Disadvantages of a Partnership         


  • ​Joint and Individual Liability. Like sole proprietorships, partnerships retain full, shared liability among the owners. Partners are not only liable for their own actions, but also for the business debts and decisions made by other partners. In addition, the personal assets of all partners can be used to satisfy the partnership’s debt.
  • Disagreements Among Partners. With multiple partners, there are bound to be disagreements Partners should consult each other on all decisions, make compromises, and resolve disputes as amicably as possible.
  • Shared Profits. Because partnerships are jointly owned, each partner must share the successes and profits of their business with the other partners. An unequal contribution of time, effort, or resources can cause discord among partners.​

For more information on Partnerships, visit the Small Business Administration Web Site. ​

 S Corporation

​An S corporation (also referred to as an S corp) is a special type of corporation created through an IRS tax election.
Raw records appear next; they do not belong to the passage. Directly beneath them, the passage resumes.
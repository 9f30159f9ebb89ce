import { ParseError, type TextPosition } from '../errors';
import type { Graph } from '../graph/graph';
import { MAX_VERTICES } from '../graph/limits';
import { EdgeBuffer } from './edge-buffer';
import { fileFamily } from './file-family';
import { findJsonSyntaxError, formatJsonPath, jsonElementOffsets, jsonValueOffset, type JsonPathStep } from './json-locate';
import { buildSimpleGraph, type DroppedEdge } from './simple-graph';
import { decodeTextInput, type TextInput } from './text-input';
import { positionAt, positionsAt, quoted } from './text-position';
import { MAX_LISTED_WARNINGS, type ReadResult, type ReadWarning } from './warnings';

const FORMAT = 'json';
const KEYS = new Set(['vertexCount', 'edges', 'name']);
const SHAPE = '{"vertexCount": n, "edges": [[u, v], ...]}';

export interface JsonGraphReadOptions {
  /** The family's name when the document has no "name" of its own. */
  name?: string;
}

/**
 * Reads Cairn's JSON graph: {"vertexCount": n, "edges": [[u, v], ...], "name"?: "..."} with vertices
 * 0..n-1. No other keys are allowed (a misspelt key is an error, not silently ignored). Invalid JSON is
 * reported at the line and column of the fault, a wrong shape at the JSON path and place of the value.
 */
export function readJsonGraph(input: TextInput, options: JsonGraphReadOptions = {}): ReadResult {
  const text = decodeTextInput(input, FORMAT);
  let doc: unknown;
  try {
    doc = JSON.parse(text);
  } catch (error) {
    throw jsonSyntaxError(text, error);
  }
  // Typed as never-returning so the checks below narrow the document's values.
  const fail: (path: JsonPathStep[], expected: string, found: string) => never = (path, expected, found) => {
    const offset = jsonValueOffset(text, path);
    const where = offset < 0 ? { line: 1, column: 1 } : positionAt(text, offset);
    throw new ParseError(FORMAT, where, expected, found, `at ${formatJsonPath(path)}`);
  };
  if (typeof doc !== 'object' || doc === null || Array.isArray(doc)) fail([], `an object ${SHAPE}`, describeJson(doc));
  const record = doc as Record<string, unknown>;
  for (const key of Object.keys(record)) {
    if (!KEYS.has(key)) fail([key], 'only the keys "vertexCount", "edges" and "name"', `the key ${quoted(key)}`);
  }
  const n = record.vertexCount;
  if (n === undefined) fail([], `a "vertexCount" key (${SHAPE})`, 'none');
  if (typeof n !== 'number' || !Number.isInteger(n) || n < 0 || n > MAX_VERTICES) {
    fail(['vertexCount'], `a whole number of vertices 0..${MAX_VERTICES}`, describeJson(n));
  }
  const name = record.name;
  if (name !== undefined && typeof name !== 'string') fail(['name'], 'a string', describeJson(name));
  const list = record.edges;
  if (list === undefined) fail([], `an "edges" key (${SHAPE})`, 'none');
  if (!Array.isArray(list)) fail(['edges'], 'an array of edges [u, v]', describeJson(list));

  const idExpected = n === 0 ? 'no vertex id (vertexCount is 0)' : `a vertex id 0..${n - 1}`;
  const edges = new EdgeBuffer(list.length);
  for (let k = 0; k < list.length; k++) {
    const edge: unknown = list[k];
    if (!Array.isArray(edge) || edge.length !== 2) fail(['edges', k], 'an edge [u, v]', describeJson(edge));
    const pair = edge as unknown[];
    for (let end = 0; end < 2; end++) {
      const id = pair[end];
      if (typeof id !== 'number' || !Number.isInteger(id) || id < 0 || id >= n) fail(['edges', k, end], idExpected, describeJson(id));
    }
    edges.push(pair[0] as number, pair[1] as number, 0, 0);
  }

  const dropped: DroppedEdge[] = [];
  let warningCount = 0;
  const graph = buildSimpleGraph(edges, {
    vertexCount: n,
    family: fileFamily(FORMAT, name ?? options.name),
    from: 0,
    base: 0,
    unordered: true,
    onDrop: (drop) => {
      warningCount++;
      if (dropped.length < MAX_LISTED_WARNINGS) dropped.push(drop);
    },
  });
  return { graph, warnings: warningsAt(text, edges, dropped), warningCount };
}

/** Writes {"vertexCount", "edges"} (and "name" for a graph read from a named file), one edge a line. */
export function writeJsonGraph(graph: Graph): string {
  const lines = ['{'];
  if (graph.family?.kind === 'file' && graph.family.name !== undefined) lines.push(`  "name": ${JSON.stringify(graph.family.name)},`);
  lines.push(`  "vertexCount": ${graph.vertexCount},`);
  if (graph.edgeCount === 0) {
    lines.push('  "edges": []');
  } else {
    lines.push('  "edges": [');
    const edgeLines: string[] = [];
    for (const [u, v] of graph.edges()) edgeLines.push(`    [${u}, ${v}]`);
    lines.push(edgeLines.join(',\n'), '  ]');
  }
  lines.push('}');
  return `${lines.join('\n')}\n`;
}

/** Where each listed dropped edge sits in the text: one sweep for all of them, only when there are any. */
function warningsAt(text: string, edges: EdgeBuffer, dropped: DroppedEdge[]): ReadWarning[] {
  if (dropped.length === 0) return [];
  const offsets = jsonElementOffsets(text, ['edges'], dropped.map((d) => d.index));
  const places = positionsAt(text, offsets.map((o) => Math.max(o, 0)));
  return dropped.map((drop, i): ReadWarning => {
    const { line, column } = offsets[i]! < 0 ? { line: 1, column: 1 } : places[i]!;
    const u = edges.ends[2 * drop.index]!;
    const v = edges.ends[2 * drop.index + 1]!;
    const message =
      drop.kind === 'self-loop'
        ? `edges[${drop.index}]: vertex ${u} is joined to itself; the loop is dropped`
        : `edges[${drop.index}]: edge {${u}, ${v}} repeats edges[${drop.firstIndex}]; the copy is dropped`;
    return { kind: drop.kind, line, column, message };
  });
}

/**
 * A ParseError for text JSON.parse refused. Engines that give "(line L column C)" or "at position N" are
 * believed; otherwise (V8's "Unexpected token ..." has no position) our own walker finds the fault.
 */
function jsonSyntaxError(text: string, error: unknown): ParseError {
  const message = error instanceof Error ? error.message : String(error);
  const lineColumn = /line (\d+) column (\d+)/.exec(message);
  const position = /at position (\d+)/.exec(message);
  const offset = position ? Number(position[1]) : findJsonSyntaxError(text);
  let where: TextPosition = { line: 1, column: 1 };
  if (lineColumn) where = { line: Number(lineColumn[1]), column: Number(lineColumn[2]) };
  else if (offset >= 0) where = positionAt(text, offset);
  const found = offset < 0 ? 'text that is not JSON' : offset >= text.length ? 'end of text' : quoted(text[offset]!);
  return new ParseError(FORMAT, where, 'valid JSON', found, 'invalid JSON');
}

function describeJson(value: unknown): string {
  if (value === undefined) return 'nothing';
  if (value === null) return 'null';
  if (Array.isArray(value)) return `an array of ${value.length} item${value.length === 1 ? '' : 's'}`;
  if (typeof value === 'object') return 'an object';
  if (typeof value === 'string') return quoted(value);
  return String(value);
}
An eligible domestic corporation can avoid double taxation (once to the corporation and again to the shareholders) by electing to be treated as an S corporation.
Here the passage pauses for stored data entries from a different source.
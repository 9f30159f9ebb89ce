import { floorLog2, grid2RankNumber } from '../formulas/closed-forms';
import { Bitset, popcount32 } from '../graph/bitset';
import type { Graph } from '../graph/graph';
import { CutVertices } from './cut-vertices';
import { SearchStopped } from './search-stop';
import { SearchMemo } from './search-memo';
import { SetMinorMinWidth } from './set-minor-min-width';
import { GridSeparators } from './grid-separators';
import { grown, SetTable } from './set-table';
import { ShapeCanon, type CellFrame } from './shape-canon';

export interface SearchLimits {
  signal?: AbortSignal | undefined;
  /** A flag shared with another thread: non-zero stops the search (a worker's event loop is busy with it). */
  stopFlag?: Int32Array | undefined;
  /** Wall-clock deadline (Date.now() milliseconds). */
  deadline?: number | undefined;
  /**
   * Bytes the search's tables may hold: it stops (reason 'memory-limit', its proven interval kept) once
   * they hold half of it, as each table doubles when it grows.
   */
  memoryBytes?: number | undefined;
}

/** Connected grid shapes of at least this many cells branch over separators, smaller ones over vertices. */
const SEPARATOR_BRANCHING_FROM = 12;

/** One component of a vertex set, with its memo entry and (for grid shapes) its raw-set entry. */
interface Part {
  c: Bitset;
  e: number;
  raw: number;
}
An S corp is a corporation with the Subchapter S designation from the IRS. What makes the S corp different from a traditional corporation (C corp) is that profits and losses can pass through to your personal tax return. Consequently, the business is not taxed itself. Only the shareholders are taxed. There is an important caveat, however: any shareholder who works for the company must pay him or herself "reasonable compensation." Basically, the shareholder must be paid fair market value, or the IRS might reclassify any additional corporate earnings as "wages."

​Forming an S Corporation


To file as an S corporation, you must first file as a corporation. After you are considered a corporation, all shareholders must sign and file Form 2553Download Adobe Reader to read this link content to elect your corporation to become an S corporation.

Once your business is registered, you must obtain business licenses and permits. Regulations vary by industry, state and locality. Refer to our Business License and Permit guide to learn more.
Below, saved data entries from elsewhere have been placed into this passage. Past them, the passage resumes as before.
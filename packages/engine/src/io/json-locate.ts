/**
 * Finds places in JSON text without building values: where the first syntax error is (for the messages in
 * which JSON.parse gives no position) and where the value at a path such as edges[3][1] is written (so
 * shape errors and warnings can name a line and column). Iterative, so deep nesting cannot overflow the stack.
 */

const QUOTE = 34;
const BACKSLASH = 92;
const COMMA = 44;
const COLON = 58;
const OPEN_ARRAY = 91;
const CLOSE_ARRAY = 93;
const OPEN_OBJECT = 123;
const CLOSE_OBJECT = 125;

/** A step of a JSON path: an object key or an array index. */
export type JsonPathStep = string | number;

/** The path as people write it: vertexCount, edges[3][1]; '(top level)' for the whole document. */
export function formatJsonPath(path: readonly JsonPathStep[]): string {
  let out = '';
  for (const step of path) out += typeof step === 'number' ? `[${step}]` : out === '' ? step : `.${step}`;
  return out === '' ? '(top level)' : out;
}

/** Offset of the first character that breaks the JSON grammar (RFC 8259), or -1 if the text is valid. */
export function findJsonSyntaxError(text: string): number {
  const walker = new JsonWalker(text);
  const end = walker.value(walker.space(0));
  if (end < 0) return walker.errorAt;
  const rest = walker.space(end);
  return rest < text.length ? rest : -1;
}

/** Offset where the value at `path` starts in valid JSON text, or -1 when there is no such value. */
export function jsonValueOffset(text: string, path: readonly JsonPathStep[]): number {
  const walker = new JsonWalker(text);
  let i = walker.space(0);
  for (const step of path) {
    i = typeof step === 'number' ? walker.element(i, step) : walker.member(i, step);
    if (i < 0) return -1;
  }
  return i;
}

/** Offsets of some elements (ascending indices) of the array at `path`; -1 for any that is missing. */
export function jsonElementOffsets(text: string, path: readonly JsonPathStep[], indices: readonly number[]): number[] {
  const out = indices.map(() => -1);
  const walker = new JsonWalker(text);
  let i = jsonValueOffset(text, path);
  if (i < 0 || text.charCodeAt(i) !== OPEN_ARRAY) return out;
  i = walker.space(i + 1);
  if (text.charCodeAt(i) === CLOSE_ARRAY) return out;
  let next = 0;
  for (let k = 0; next < indices.length; k++) {
    while (next < indices.length && indices[next]! === k) out[next++] = i;
    if (next === indices.length) break;
    i = walker.value(i);
    if (i < 0) break;
    i = walker.space(i);
    if (text.charCodeAt(i) !== COMMA) break;
    i = walker.space(i + 1);
  }
  return out;
}

class JsonWalker {
  /** Where the last failed step found a fault. */
  errorAt = -1;

  constructor(private readonly text: string) {}

  space(i: number): number {
    const text = this.text;
    while (i < text.length) {
      const c = text.charCodeAt(i);
      if (c !== 32 && c !== 9 && c !== 10 && c !== 13) break;
      i++;
    }
    return i;
  }

  /** Index just past the value starting at i, or -1 (with errorAt set). */
  value(i: number): number {
    const text = this.text;
    const open: number[] = []; // the containers we are inside, innermost last
    for (;;) {
      i = this.space(i);
      const c = text.charCodeAt(i);
      if (c === OPEN_OBJECT || c === OPEN_ARRAY) {
        const close = c === OPEN_OBJECT ? CLOSE_OBJECT : CLOSE_ARRAY;
        i = this.space(i + 1);
        if (text.charCodeAt(i) === close) {
          i++;
        } else {
          if (c === OPEN_OBJECT && (i = this.key(i)) < 0) return -1;
          open.push(c);
          continue;
        }
      } else if (c === QUOTE) {
        if ((i = this.string(i)) < 0) return -1;
      } else if (c === 45 || (c >= 48 && c <= 57)) {
        if ((i = this.number(i)) < 0) return -1;
      } else if (c === 116 || c === 102 || c === 110) {
        const word = c === 116 ? 'true' : c === 102 ? 'false' : 'null';
        if (!text.startsWith(word, i)) return this.fail(i);
        i += word.length;
      } else {
        return this.fail(i);
      }
      // A value is complete: close finished containers, or step to the next element or member.
      for (;;) {
        if (open.length === 0) return i;
        i = this.space(i);
        const d = text.charCodeAt(i);
        const inner = open[open.length - 1]!;
        if (d === COMMA) {
          i = this.space(i + 1);
          if (inner === OPEN_OBJECT && (i = this.key(i)) < 0) return -1;
          break;
        }
        if (d !== (inner === OPEN_OBJECT ? CLOSE_OBJECT : CLOSE_ARRAY)) return this.fail(i);
        open.pop();
        i++;
      }
    }
  }

  /** Offset of the value of `name` in the object at i (the last one, as JSON.parse keeps), or -1. */
  member(i: number, name: string): number {
    const text = this.text;
    if (text.charCodeAt(i) !== OPEN_OBJECT) return -1;
    i = this.space(i + 1);
    if (text.charCodeAt(i) === CLOSE_OBJECT) return -1;
    let found = -1;
    for (;;) {
      const keyEnd = this.string(i);
      if (keyEnd < 0) return -1;
      const key: unknown = JSON.parse(text.slice(i, keyEnd));
      i = this.space(keyEnd);
      if (text.charCodeAt(i) !== COLON) return -1;
      i = this.space(i + 1);
      if (key === name) found = i;
      i = this.value(i);
      if (i < 0) return -1;
      i = this.space(i);
      if (text.charCodeAt(i) !== COMMA) return found;
      i = this.space(i + 1);
    }
  }

  /** Offset of element `index` of the array at i, or -1. */
  element(i: number, index: number): number {
    const text = this.text;
    if (text.charCodeAt(i) !== OPEN_ARRAY) return -1;
    i = this.space(i + 1);
    if (text.charCodeAt(i) === CLOSE_ARRAY) return -1;
    for (let k = 0; k < index; k++) {
      i = this.value(i);
      if (i < 0) return -1;
      i = this.space(i);
      if (text.charCodeAt(i) !== COMMA) return -1;
      i = this.space(i + 1);
    }
    return i;
  }

  /** A member's key and colon; returns where its value may start. */
  private key(i: number): number {
    if (this.text.charCodeAt(i) !== QUOTE) return this.fail(i);
    i = this.string(i);
    if (i < 0) return -1;
    i = this.space(i);
    if (this.text.charCodeAt(i) !== COLON) return this.fail(i);
    return i + 1;
  }

  private string(i: number): number {
    const text = this.text;
    for (i++; i < text.length; ) {
      const c = text.charCodeAt(i);
      if (c === QUOTE) return i + 1;
      if (c < 0x20) return this.fail(i);
      if (c !== BACKSLASH) {
        i++;
        continue;
      }
      const e = text[i + 1];
      if (e !== undefined && '"\\/bfnrt'.includes(e)) i += 2;
      else if (e === 'u' && /^[0-9a-fA-F]{4}$/.test(text.slice(i + 2, i + 6))) i += 6;
      else return this.fail(i + 1);
    }
    return this.fail(text.length);
  }

  private number(i: number): number {
    const text = this.text;
    const digits = (): number => {
      const start = i;
      while (i < text.length && text.charCodeAt(i) >= 48 && text.charCodeAt(i) <= 57) i++;
      return i - start;
    };
    if (text.charCodeAt(i) === 45) i++;
    if (text.charCodeAt(i) === 48) i++;
    else if (digits() === 0) return this.fail(i);
    if (text.charCodeAt(i) === 46) {
      i++;
      if (digits() === 0) return this.fail(i);
    }
    if (text.charCodeAt(i) === 101 || text.charCodeAt(i) === 69) {
      i++;
      if (text.charCodeAt(i) === 43 || text.charCodeAt(i) === 45) i++;
      if (digits() === 0) return this.fail(i);
    }
    return i;
  }

  private fail(at: number): -1 {
    this.errorAt = at;
    return -1;
  }
}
​Advantages of an S Corporation


  • ​​​​Tax Savings. One of the best features of the S corp is the tax savings for you and your business. While members of an LLC are subject to employment tax on the entire net income of the business, only the wages of the S corp shareholder who is an employee are subject to employment tax. The remaining income is paid to the owner as a "distribution," which is taxed at a lower rate, if at all.
  • Business Expense Tax Credits. Some expenses that shareholder/employees incur can be written off as business expenses. Nevertheless, if such an employee owns 2% or more shares, then benefits like health and life insurance are deemed taxable income.
  • Independent Life. An S corp designation also allows a business to have an independent life, separate from its shareholders. If a shareholder leaves the company, or sells his or her shares, the S corp can continue doing business relatively undisturbed. Maintaining the business as a distinct corporate entity defines clear lines between the shareholders and the business that improve the protection of the shareholders.

Disadvantages of an S Corporation


  • ​Stricter Operational Processes. As a separate structure, S corps require scheduled director and shareholder meetings, minutes from those meetings, adoption and updates to by-laws, stock transfers and records maintenance.
  • ​Shareholder Compensation Requirements. A shareholder must receive reasonable compensation. The IRS takes notice of shareholder red flags like low salary/high distribution combinations, and may reclassify your distributions as wages. You could pay a higher employment tax because of an audit with these results.